Nos anos 1980, quando o trabalhador portuário Joaquim José Ribeiro dos Santos levava a pequena Djamila Taís Ribeiro dos Santos para as reuniões do Partido Comunista, ele carregava consigo a filha caçula, mas não imaginava que, tempos depois, ela se tornaria uma das 100 mulheres mais influentes do mundo. Aos 39 anos, Djamila é colunista da Folha de S.Paulo e professora convidada no curso de jornalismo da Pontifícia Universidade Católica de São Paulo (PUC-SP), onde leciona a disciplina de jornalismo contra-hegemônico. “É fundamental ocupar esses espaços, trazer produções acadêmicas de mulheres para que o espaço acadêmico possa refletir o povo brasileiro em sua diversidade”, afirma.

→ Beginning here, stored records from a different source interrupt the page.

package org.ductledger.numeric;

/**
 * The steps of a power over a block of rows, a loop each, over scratch arrays that are never the same array twice in a
 * call unless a step writes over what it reads.
 *
 * <p>Their shape is what the compiler turns into vector instructions: small bodies, arrays indexed by the counter
 * alone, and every read of a row before the first write.
 */
final class Loops {
    private Loops() {}

    static void exponents(double[] gamma, double[] h, double[] w0, double[] w1, double a, double b, int n) {
        for (int i = 0; i < n; i++) {
            double g = gamma[i];
            double half = GammaTerms.half(g);
            double inverse = 1 / (g - 1);
            double w = GammaTerms.exponentHead(inverse, a, b);
            double rest = GammaTerms.exponentTail(g, inverse, a, b, w);
            h[i] = half;
            w0[i] = w;
            w1[i] = rest;
        }
    }

    static void leading(double[] mach, double[] h, double[] u, double[] rest, int n) {
        for (int i = 0; i < n; i++) {
            double m = mach[i];
            double half = h[i];
            double first = StagnationSum.leading(m, half);
            double second = StagnationSum.rest(m, half);
            u[i] = first;
            rest[i] = second;
        }
    }

    static void sum(double[] u, double[] rest, double[] head, double[] tail, int n) {
        for (int i = 0; i < n; i++) {
            double first = u[i];
            double sum = StagnationSum.head(first);
            double left = StagnationSum.tail(first, rest[i], sum);
            head[i] = sum;
            tail[i] = left;
        }
    }

    static void sonicTerms(double[] h, double[] sonic, double[] rest, double[] inverse, int n) {
        for (int i = 0; i < n; i++) {
            double half = h[i];
            double first = GammaTerms.sonic(half);
            double second = GammaTerms.sonicRest(half, first);
            sonic[i] = first;
            rest[i] = second;
            inverse[i] = 1 / (1 + half);
        }
    }

    static void overSonic(double[] head, double[] tail, double[] sonic, double[] rest, double[] inverse, int n) {
        for (int i = 0; i < n; i++) {
            double sum = head[i];
            double reciprocal = inverse[i];
            double x = StagnationSum.sonicHead(sum, reciprocal);
            double left = StagnationSum.sonicTail(sum, tail[i], reciprocal, sonic[i], rest[i], x);
            head[i] = x;
            tail[i] = left;
        }
    }

    static void gather(double[] head, double[] scale, double[] k, double[] tableTail, int n) {
        for (int i = 0; i < n; i++) {
            long bits = Double.doubleToRawLongBits(head[i]);
            int row = Log2.row(bits);
            double factor = Log2.scale(bits, row);
            double whole = Log2.exponent(bits) + Log2Table.ROWS[row + 1];
            double left = Log2Table.ROWS[row + 2];
            scale[i] = factor;
            k[i] = whole;
            tableTail[i] = left;
        }
    }

    static void reduce(double[] head, double[] tail, double[] scale, int n) {
        for (int i = 0; i < n; i++) {
            double factor = scale[i];
            double zHead = Log2.reduced(head[i], factor);
            double zTail = tail[i] * factor;
            head[i] = zHead;
            tail[i] = zTail;
        }
    }

    static void logarithmHead(
            double[] head, double[] tail, double[] k, double[] tableTail, double[] s, double[] z, int n) {
        for (int i = 0; i < n; i++) {
            double whole = k[i];
            double zHead = head[i];
            double zTail = tail[i];
            double sum = Log2.head(whole, zHead);
            double left = Log2.tail(whole, tableTail[i], zHead, zTail, sum);
            s[i] = sum;
            tail[i] = left;
            z[i] = zHead + zTail;
        }
    }

    static void logarithmTail(double[] tail, double[] z, int n) {
        for (int i = 0; i < n; i++) {
            tail[i] = tail[i] + Log2.bend(z[i]);
        }
    }

    static void fraction(double[] w0, double[] w1, double[] s, double[] t, double[] f, double[] whole, int n) {
        for (int i = 0; i < n; i++) {
            double w = w0[i];
            double sum = s[i];
            double y = Exp2.leading(w, sum);
            double rounded = Exp2.rounded(y);
            double left = Exp2.fraction(y, rounded, w, w1[i], sum, t[i]);
            whole[i] = rounded;
            f[i] = left;
        }
    }

    static void exponentialTail(double[] f, double[] bend, int n) {
        for (int i = 0; i < n; i++) {
            bend[i] = Exp2.bend(f[i]);
        }
    }

    static void mantissa(double[] f, double[] bend, double[] mantissa, int n) {
        for (int i = 0; i < n; i++) {
            mantissa[i] = Exp2.mantissa(f[i], bend[i]);
        }
    }

    static void overMach(double[] x, double[] mach, int n) {
        for (int i = 0; i < n; i++) {
            x[i] = Ending.overMach(x[i], mach[i]);
        }
    }

    static void machRootGamma(double[] x, double[] mach, double[] gamma, int n) {
        for (int i = 0; i < n; i++) {
            x[i] = Ending.machRootGamma(x[i], mach[i], gamma[i]);
        }
    }

    static void halfGammaMachSquare(double[] x, double[] mach, double[] gamma, int n) {
        for (int i = 0; i < n; i++) {
            x[i] = Ending.halfGammaMachSquare(x[i], mach[i], gamma[i]);
        }
    }

    static void scale(double[] x, double[] whole, double[] result, int start, int n) {
        for (int i = 0; i < n; i++) {
            result[start + i] = Exp2.scaled(x[i], Exp2.whole(whole[i]));
        }
    }
}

Djamila nasceu em 1º de agosto de 1980, em Santos (SP), como a última dos quatro filhos do casal Joaquim e Erani. A família de classe média baixa proporcionou aos herdeiros uma herança imaterial: a educação. A biblioteca do pai era composta por mais de 100 livros contando a história do povo negro, tema que era pauta de debates frequentes dentro de casa. O berço político de Djamila foi a base para que, no fim da adolescência, ela começasse a trilhar caminhos próprios.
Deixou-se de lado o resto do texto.